For the R of gauss, it seems that it's stored directly in w2c, so the axis should be rows instead of columns.

nyy618 commented 4 months ago

@initialneil Thank you for your correction. I made a wrong example. Let the problem reduced to 2D Gauss. According to the paper, the covariance of the matrix is equal to RSS(T)R(T). For a particular problem: O11WGR` 60PGRG8W`7FMLBP As you can see, the direction of the long axis is equal to the first column of the R and the direction of short axis is equal to the second. I think you should apply the transpose of R to rotate the coordinate. Is there something I missed?

initialneil commented 3 months ago

@nyy618 I finally got some time to settle this question. I did some experiments and I think your math is correct. The normal is the columns instead of rows.
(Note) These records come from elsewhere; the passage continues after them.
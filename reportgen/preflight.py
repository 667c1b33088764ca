"""``reportgen check MANIFEST``: everything a run checks before the statistics, and a summary of what it found.

The manifest is validated, its brand folder and logo read, every dataset read, every series built
under its missing-data policy and transforms, and every regression's sample aligned, with the same
catalogue errors as a run; no statistic is computed and nothing is written. Also
:func:`manifest_schema`, the manifest's JSON Schema, for editors.
"""

from __future__ import annotations

from dataclasses import dataclass
from pathlib import Path
from typing import Any

from reportgen.branding import brand_files
from reportgen.errors import ReportgenError
from reportgen.manifest import ManifestSpec, load_manifest
from reportgen.periods import period_label
from reportgen.runner import build_series, load_tables, refuse_short_series, regression_data
from reportgen.stats.checks import check_magnitude, check_variation


@dataclass(frozen=True, slots=True)
class Preflight:
    """What a check found: one line per dataset, series and regression."""

    manifest: Path
    datasets: tuple[str, ...]
    series: tuple[str, ...]
    regressions: tuple[str, ...]

    def text(self) -> str:
        """The summary as the command line prints it."""
        lines = [f"{self.manifest}: ok, ready to run"]
        for title, items in (("datasets", self.datasets), ("series", self.series),
                             ("regressions", self.regressions)):
            lines.append(f"{title}:")
            lines.extend(f"  {item}" for item in items)
        return "\n".join(lines)


def check_manifest(path: Path | str) -> Preflight:
    """Validate a manifest and its data as a run would, without the statistics; raise the first catalogue error."""
    manifest = load_manifest(path)
    brand_files(manifest)  # the brand folder and the logo, as a run reads them first
    tables = load_tables(manifest)
    built = build_series(manifest, tables)
    refuse_short_series(manifest, built)
    for name, item in built.items():
        try:
            check_magnitude(name, item.values)
            check_variation(name, item.values)
        except ReportgenError as error:  # give it the series' manifest line, as a run does
            raise type(error)(error.message, location=manifest.locate("series", name), hint=error.hint) from None
    datasets = tuple(
        f"{name}: {table.display_path}, {len(table.periods)} {table.frequency} periods "
        f"({table.frequency_source}), {period_label(table.periods[0])} to {period_label(table.periods[-1])}"
        for name, table in tables.items())
    series = tuple(
        f"{name}: {item.lineage}, {len(item.values)} observations, {period_label(item.values.index[0])} to "
        f"{period_label(item.values.index[-1])} ({item.frequency})"
        for name, item in built.items())
    frequencies = {name: item.frequency for name, item in built.items()}
    values = {name: item.values for name, item in built.items()}
    regressions = []
    for name, formula in manifest.formulas.items():
        data = regression_data(manifest, name, values, frequencies)
        span = (f"{period_label(data.index[0])} to {period_label(data.index[-1])}" if not data.empty
                else "no common periods")
        regressions.append(f"{name}: {formula.text}, {len(data)} common observations, {span}")
    return Preflight(manifest=Path(path), datasets=datasets, series=series, regressions=tuple(regressions))


def manifest_schema() -> dict[str, Any]:
    """The manifest's JSON Schema (draft 2020-12), generated from the models that validate it."""
    schema = ManifestSpec.model_json_schema()
    return {"$schema": "https://json-schema.org/draft/2020-12/schema",
            "$id": "https://reportgen.invalid/schema/manifest-1.json",
            "title": "reportgen manifest, version 1", **schema}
  1. One GS in the eye of a camera with identity rotation matrix. image

  2. Setting one of the scaling to very small makes the gs to shrink image

  3. The shrinked edge is the last column of R if we set the last scaling to be small image

yinyunie commented 3 months ago

Hi,

I also agree with @initialneil .

When I read this line, from my understanding, R's column space is a transformation from Gaussian to world system, and the shortest axis should be the first column, like below

x_axis = R_sorted[:,0,:] # normalized by defaut
should be --->
x_axis = R_sorted[:,:,0] # normalized by defaut

I also did an experiment on the horse_blender. The PSNR doesnot change much, so I assume the normal and normal_2 take the major effect in regressing the correct normal.

[ITER 30000] Evaluating test: L1 0.016133079305291176 PSNR 26.573974609375 [21/05 19:52:34]

[ITER 30000] Evaluating train: L1 0.010304585099220276 PSNR 29.289199829101562 [21/05 19:52:39]
initialneil commented 3 months ago

@yinyunie Agree. For static scene here, the R is like a black box of parameters anyway. But it gets important when extending to dynamic scenarios. So better be fixed.